Saved entries
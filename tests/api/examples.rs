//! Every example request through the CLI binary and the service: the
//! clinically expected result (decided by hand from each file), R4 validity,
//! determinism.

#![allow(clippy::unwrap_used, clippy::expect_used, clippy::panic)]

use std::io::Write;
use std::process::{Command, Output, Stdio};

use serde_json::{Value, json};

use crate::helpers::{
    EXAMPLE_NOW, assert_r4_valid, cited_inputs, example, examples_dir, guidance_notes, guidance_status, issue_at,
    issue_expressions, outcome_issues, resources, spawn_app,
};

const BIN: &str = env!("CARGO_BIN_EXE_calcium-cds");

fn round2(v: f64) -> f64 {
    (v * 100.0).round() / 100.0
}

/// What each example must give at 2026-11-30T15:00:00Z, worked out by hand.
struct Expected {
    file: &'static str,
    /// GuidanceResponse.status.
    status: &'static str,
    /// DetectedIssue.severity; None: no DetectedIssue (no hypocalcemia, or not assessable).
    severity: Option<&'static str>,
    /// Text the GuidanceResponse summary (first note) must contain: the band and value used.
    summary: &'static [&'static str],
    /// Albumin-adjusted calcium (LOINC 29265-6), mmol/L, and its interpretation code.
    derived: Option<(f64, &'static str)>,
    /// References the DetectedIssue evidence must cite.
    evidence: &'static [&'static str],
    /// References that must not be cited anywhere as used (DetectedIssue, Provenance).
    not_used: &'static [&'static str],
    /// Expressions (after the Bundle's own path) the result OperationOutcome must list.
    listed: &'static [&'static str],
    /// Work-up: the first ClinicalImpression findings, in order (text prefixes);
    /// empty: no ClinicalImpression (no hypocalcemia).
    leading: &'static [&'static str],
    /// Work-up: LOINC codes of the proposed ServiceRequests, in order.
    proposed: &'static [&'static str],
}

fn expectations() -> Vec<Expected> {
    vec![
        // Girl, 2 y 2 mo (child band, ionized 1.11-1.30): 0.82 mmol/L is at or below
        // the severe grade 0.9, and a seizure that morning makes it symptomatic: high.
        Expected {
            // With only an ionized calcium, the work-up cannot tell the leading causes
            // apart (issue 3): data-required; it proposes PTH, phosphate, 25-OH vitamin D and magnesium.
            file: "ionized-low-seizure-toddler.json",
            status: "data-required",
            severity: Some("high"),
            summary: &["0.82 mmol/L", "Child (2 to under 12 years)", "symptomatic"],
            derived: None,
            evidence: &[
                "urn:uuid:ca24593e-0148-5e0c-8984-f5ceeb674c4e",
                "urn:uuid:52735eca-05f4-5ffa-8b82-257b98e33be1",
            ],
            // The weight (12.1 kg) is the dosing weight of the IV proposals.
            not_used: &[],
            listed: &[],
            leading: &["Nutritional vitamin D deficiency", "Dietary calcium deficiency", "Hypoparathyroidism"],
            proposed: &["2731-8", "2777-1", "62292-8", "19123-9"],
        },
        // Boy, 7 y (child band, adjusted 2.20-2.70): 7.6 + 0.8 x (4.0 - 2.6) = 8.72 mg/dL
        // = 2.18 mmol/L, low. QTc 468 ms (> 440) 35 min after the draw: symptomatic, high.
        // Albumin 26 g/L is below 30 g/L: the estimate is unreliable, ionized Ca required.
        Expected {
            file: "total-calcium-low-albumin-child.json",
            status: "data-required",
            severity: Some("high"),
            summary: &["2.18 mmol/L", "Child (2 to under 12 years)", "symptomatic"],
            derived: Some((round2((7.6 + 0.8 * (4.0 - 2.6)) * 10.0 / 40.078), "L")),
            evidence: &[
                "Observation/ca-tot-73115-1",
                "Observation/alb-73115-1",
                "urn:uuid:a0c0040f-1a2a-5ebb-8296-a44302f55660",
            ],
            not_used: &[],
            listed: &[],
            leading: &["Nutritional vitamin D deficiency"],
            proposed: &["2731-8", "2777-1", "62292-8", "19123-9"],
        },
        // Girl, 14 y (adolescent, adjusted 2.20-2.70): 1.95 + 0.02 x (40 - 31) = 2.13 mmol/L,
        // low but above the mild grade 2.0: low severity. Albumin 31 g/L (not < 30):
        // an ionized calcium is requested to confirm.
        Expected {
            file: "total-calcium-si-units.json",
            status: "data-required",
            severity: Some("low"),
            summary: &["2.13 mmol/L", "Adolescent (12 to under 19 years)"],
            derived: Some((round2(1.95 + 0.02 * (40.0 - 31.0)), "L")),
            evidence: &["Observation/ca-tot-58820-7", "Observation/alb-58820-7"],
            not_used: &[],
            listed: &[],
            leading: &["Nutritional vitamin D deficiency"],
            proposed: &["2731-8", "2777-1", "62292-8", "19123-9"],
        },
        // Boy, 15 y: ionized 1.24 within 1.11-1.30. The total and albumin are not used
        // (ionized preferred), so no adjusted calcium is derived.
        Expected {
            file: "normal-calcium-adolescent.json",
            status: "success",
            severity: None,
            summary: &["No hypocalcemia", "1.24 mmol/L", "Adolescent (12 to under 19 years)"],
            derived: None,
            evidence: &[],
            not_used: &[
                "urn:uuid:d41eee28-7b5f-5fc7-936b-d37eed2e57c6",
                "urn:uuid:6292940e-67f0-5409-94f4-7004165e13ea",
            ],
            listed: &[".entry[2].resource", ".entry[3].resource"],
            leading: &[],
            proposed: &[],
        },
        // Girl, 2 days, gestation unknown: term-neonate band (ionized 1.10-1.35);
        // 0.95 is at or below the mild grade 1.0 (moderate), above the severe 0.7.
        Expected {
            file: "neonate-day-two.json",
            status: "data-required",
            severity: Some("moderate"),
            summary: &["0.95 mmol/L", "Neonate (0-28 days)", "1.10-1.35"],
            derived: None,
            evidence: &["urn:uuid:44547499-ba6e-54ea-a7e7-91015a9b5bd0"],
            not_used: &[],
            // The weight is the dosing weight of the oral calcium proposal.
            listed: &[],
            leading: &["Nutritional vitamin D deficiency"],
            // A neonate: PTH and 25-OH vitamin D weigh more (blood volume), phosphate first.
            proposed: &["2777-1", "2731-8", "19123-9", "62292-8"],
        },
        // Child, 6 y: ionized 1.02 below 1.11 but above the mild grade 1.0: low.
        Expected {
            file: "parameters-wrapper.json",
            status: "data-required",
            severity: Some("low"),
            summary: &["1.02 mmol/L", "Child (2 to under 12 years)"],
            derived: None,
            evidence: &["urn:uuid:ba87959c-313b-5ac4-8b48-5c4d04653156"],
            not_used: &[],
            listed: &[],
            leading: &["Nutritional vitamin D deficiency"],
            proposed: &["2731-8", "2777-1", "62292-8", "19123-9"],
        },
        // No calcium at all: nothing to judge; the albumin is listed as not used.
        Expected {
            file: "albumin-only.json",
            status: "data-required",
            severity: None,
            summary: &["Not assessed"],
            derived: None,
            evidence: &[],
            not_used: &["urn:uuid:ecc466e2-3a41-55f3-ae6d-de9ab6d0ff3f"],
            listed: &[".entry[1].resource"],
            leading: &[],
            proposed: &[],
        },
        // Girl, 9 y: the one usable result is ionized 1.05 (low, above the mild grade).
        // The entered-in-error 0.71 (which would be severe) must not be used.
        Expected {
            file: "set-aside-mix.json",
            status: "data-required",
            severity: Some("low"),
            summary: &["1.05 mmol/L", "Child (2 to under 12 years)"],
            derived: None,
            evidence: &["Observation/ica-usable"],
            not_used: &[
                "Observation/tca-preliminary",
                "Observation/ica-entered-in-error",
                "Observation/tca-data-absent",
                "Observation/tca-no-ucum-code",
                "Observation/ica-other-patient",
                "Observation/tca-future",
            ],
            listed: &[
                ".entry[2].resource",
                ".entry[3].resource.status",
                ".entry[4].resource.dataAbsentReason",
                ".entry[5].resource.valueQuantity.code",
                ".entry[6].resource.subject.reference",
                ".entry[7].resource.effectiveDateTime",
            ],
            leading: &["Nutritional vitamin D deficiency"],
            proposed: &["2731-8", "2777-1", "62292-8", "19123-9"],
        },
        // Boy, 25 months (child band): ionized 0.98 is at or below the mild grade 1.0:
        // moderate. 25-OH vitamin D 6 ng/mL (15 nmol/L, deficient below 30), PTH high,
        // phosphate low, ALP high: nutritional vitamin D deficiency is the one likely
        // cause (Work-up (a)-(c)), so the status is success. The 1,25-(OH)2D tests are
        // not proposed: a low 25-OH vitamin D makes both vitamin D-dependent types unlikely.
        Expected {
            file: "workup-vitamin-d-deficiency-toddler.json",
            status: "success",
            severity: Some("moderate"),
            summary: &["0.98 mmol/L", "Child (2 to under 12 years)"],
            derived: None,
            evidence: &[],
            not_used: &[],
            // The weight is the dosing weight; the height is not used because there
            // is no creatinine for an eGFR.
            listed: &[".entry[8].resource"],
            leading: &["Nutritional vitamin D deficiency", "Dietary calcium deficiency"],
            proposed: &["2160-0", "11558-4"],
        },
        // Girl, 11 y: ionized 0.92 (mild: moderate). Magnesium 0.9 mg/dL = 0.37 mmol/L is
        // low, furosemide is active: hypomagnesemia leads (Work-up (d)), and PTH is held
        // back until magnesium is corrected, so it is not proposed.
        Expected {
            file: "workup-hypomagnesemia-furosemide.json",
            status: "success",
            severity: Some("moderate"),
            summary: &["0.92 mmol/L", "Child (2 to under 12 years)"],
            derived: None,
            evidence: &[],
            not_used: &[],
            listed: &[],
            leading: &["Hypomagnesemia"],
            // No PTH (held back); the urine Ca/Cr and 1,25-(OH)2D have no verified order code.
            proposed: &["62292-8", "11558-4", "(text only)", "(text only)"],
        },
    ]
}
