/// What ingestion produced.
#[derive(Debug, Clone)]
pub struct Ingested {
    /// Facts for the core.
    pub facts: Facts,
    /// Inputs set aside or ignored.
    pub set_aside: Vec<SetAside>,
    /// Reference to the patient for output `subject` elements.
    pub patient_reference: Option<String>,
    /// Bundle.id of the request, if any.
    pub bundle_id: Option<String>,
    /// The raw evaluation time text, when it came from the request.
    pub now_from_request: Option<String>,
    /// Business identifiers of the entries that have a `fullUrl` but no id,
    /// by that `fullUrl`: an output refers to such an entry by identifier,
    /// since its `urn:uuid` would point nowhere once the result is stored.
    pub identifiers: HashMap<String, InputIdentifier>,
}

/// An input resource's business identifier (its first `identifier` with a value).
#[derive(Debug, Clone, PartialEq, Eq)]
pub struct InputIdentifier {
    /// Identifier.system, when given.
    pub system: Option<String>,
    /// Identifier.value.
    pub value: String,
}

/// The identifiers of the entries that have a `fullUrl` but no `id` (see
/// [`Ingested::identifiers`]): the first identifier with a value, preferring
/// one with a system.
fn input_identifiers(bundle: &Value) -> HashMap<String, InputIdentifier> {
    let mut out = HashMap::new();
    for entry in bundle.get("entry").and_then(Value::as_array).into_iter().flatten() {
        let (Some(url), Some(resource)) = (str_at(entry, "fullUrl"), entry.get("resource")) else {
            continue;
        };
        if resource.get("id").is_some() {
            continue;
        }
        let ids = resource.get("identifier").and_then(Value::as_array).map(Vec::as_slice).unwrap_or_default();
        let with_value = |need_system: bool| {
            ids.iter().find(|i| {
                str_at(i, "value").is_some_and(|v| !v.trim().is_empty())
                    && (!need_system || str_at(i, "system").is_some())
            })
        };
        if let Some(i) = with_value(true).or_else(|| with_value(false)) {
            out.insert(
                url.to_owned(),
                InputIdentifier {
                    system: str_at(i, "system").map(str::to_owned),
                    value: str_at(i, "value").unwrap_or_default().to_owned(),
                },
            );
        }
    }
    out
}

* [Assignment]
Copy every line above in which the string "must" shows up.

* [Answer to this exercise]
/// What each example must give at 2026-11-30T15:00:00Z, worked out by hand.
    /// Text the GuidanceResponse summary (first note) must contain: the band and value used.
    /// References the DetectedIssue evidence must cite.
    /// References that must not be cited anywhere as used (DetectedIssue, Provenance).
    /// Expressions (after the Bundle's own path) the result OperationOutcome must list.
        // The entered-in-error 0.71 (which would be severe) must not be used.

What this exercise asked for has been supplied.